Work request: In the material below, find every line with "when" and pull it out.

————————

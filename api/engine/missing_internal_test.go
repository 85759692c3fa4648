package engine

import (
	"testing"
	"time"
)

// Subscription events that notifications skip over are searched for only
// when they miss their grace: events delivered out of order, a count of
// events that overtook them, and two notifications noted the other way
// round from the order the store saw them in, are no loss.
func TestMissingEvents(t *testing.T) {
	t.Parallel()
	const grace = 2 * time.Second
	t0 := time.Date(2026, 3, 1, 8, 0, 0, 0, time.UTC)
	// seen is one notification as the engine notes it: the events it
	// carried (lowest 0: a count only), the highest number stored before
	// it, and when it was noted (seconds after t0).
	type seen struct {
		lowest, highest, previous uint64
		at                        float64
	}
	cases := []struct {
		name  string
		notes []seen
		// expireAt is when the missed runs are looked at (seconds after t0);
		// want is how many events are then searched for.
		expireAt float64
		want     uint64
	}{
		{"in order", []seen{{1, 1, 0, 0}, {2, 2, 1, 0}, {3, 3, 2, 0}}, 10, 0},
		{"out of order within the grace", []seen{{1, 1, 0, 0}, {3, 3, 1, 0}, {2, 2, 3, 1.5}}, 10, 0},
		{"an event that never came", []seen{{1, 1, 0, 0}, {3, 3, 1, 0}}, 2, 1},
		{"not yet past the grace", []seen{{1, 1, 0, 0}, {3, 3, 1, 0}}, 1.9, 0},
		{"a late event fills part of a run", []seen{{1, 1, 0, 0}, {6, 6, 1, 0}, {3, 3, 6, 1}}, 2, 3},
		{"a notification of several events fills a run", []seen{{1, 1, 0, 0}, {7, 7, 1, 0}, {2, 6, 7, 1}}, 10, 0},
		// 9 reached the store before 8 (8 saw 9 as the highest), but 8 is
		// noted before 9.
		{"noted the other way round", []seen{{7, 7, 6, 0}, {8, 8, 9, 0}, {9, 9, 7, 0}}, 10, 0},
		{"a count ahead of events on their way", []seen{{1, 1, 0, 0}, {0, 4, 1, 0}, {2, 3, 4, 0.5}, {4, 4, 4, 0.5}}, 10, 0},
		{"a count of events that never came", []seen{{1, 1, 0, 0}, {0, 4, 1, 0}, {2, 3, 4, 0.5}}, 10, 1},
		{"a duplicate is no gap", []seen{{1, 1, 0, 0}, {2, 2, 1, 0}, {2, 2, 2, 0}}, 10, 0},
	}
	for _, c := range cases {
		t.Run(c.name, func(t *testing.T) {
			t.Parallel()
			var m missingEvents
			at := func(s float64) time.Time { return t0.Add(time.Duration(s * float64(time.Second))) }
			for _, n := range c.notes {
				if m.note("Subscription/a", n.lowest, n.highest, n.previous, at(n.at)) {
					t.Fatalf("note %+v asked for a search at once", n)
				}
			}
			if got := m.expire(at(c.expireAt), grace); got != c.want {
				t.Errorf("searched for %d events, want %d", got, c.want)
			}
			if got := m.expire(at(c.expireAt+10), grace); c.want > 0 && got != 0 {
				t.Errorf("searched again for %d events after the first search", got)
			}
			if pendingRuns(&m) {
				t.Errorf("runs left after every grace: %+v", m.subs)
			}
		})
	}
}

// Subscriptions are counted apart, and a sender that skips more often than
// the engine keeps track of is searched for at once.
func TestMissingEventsPerSubscriptionAndBounded(t *testing.T) {
	t.Parallel()
	var m missingEvents
	now := time.Date(2026, 3, 1, 8, 0, 0, 0, time.UTC)
	m.note("Subscription/a", 3, 3, 1, now)
	m.note("Subscription/b", 2, 2, 3, now) // b's event 2: nothing of a's
	if got := m.expire(now.Add(time.Minute), time.Second); got != 1 {
		t.Fatalf("searched for %d events, want a's event 2", got)
	}
	var searchNow bool
	for i := range uint64(maxMissingRuns + 1) {
		searchNow = m.note("Subscription/c", 2*i+2, 2*i+2, 2*i, now)
		if searchNow && i < maxMissingRuns {
			t.Fatalf("searched at once after %d runs", i+1)
		}
	}
	if !searchNow {
		t.Fatalf("%d missing runs kept, want a search at once", maxMissingRuns+1)
	}
	if pendingRuns(&m) {
		t.Error("runs kept after the search at once")
	}
}

// pendingRuns reports whether any run is waiting out its grace.
func pendingRuns(m *missingEvents) bool {
	m.mu.Lock()
	defer m.mu.Unlock()
	for _, sub := range m.subs {
		if len(sub.runs) > 0 {
			return true
		}
	}
	return false
}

————————

Completed exercise:
// when they miss their grace: events delivered out of order, a count of
	// it, and when it was noted (seconds after t0).
		// expireAt is when the missed runs are looked at (seconds after t0);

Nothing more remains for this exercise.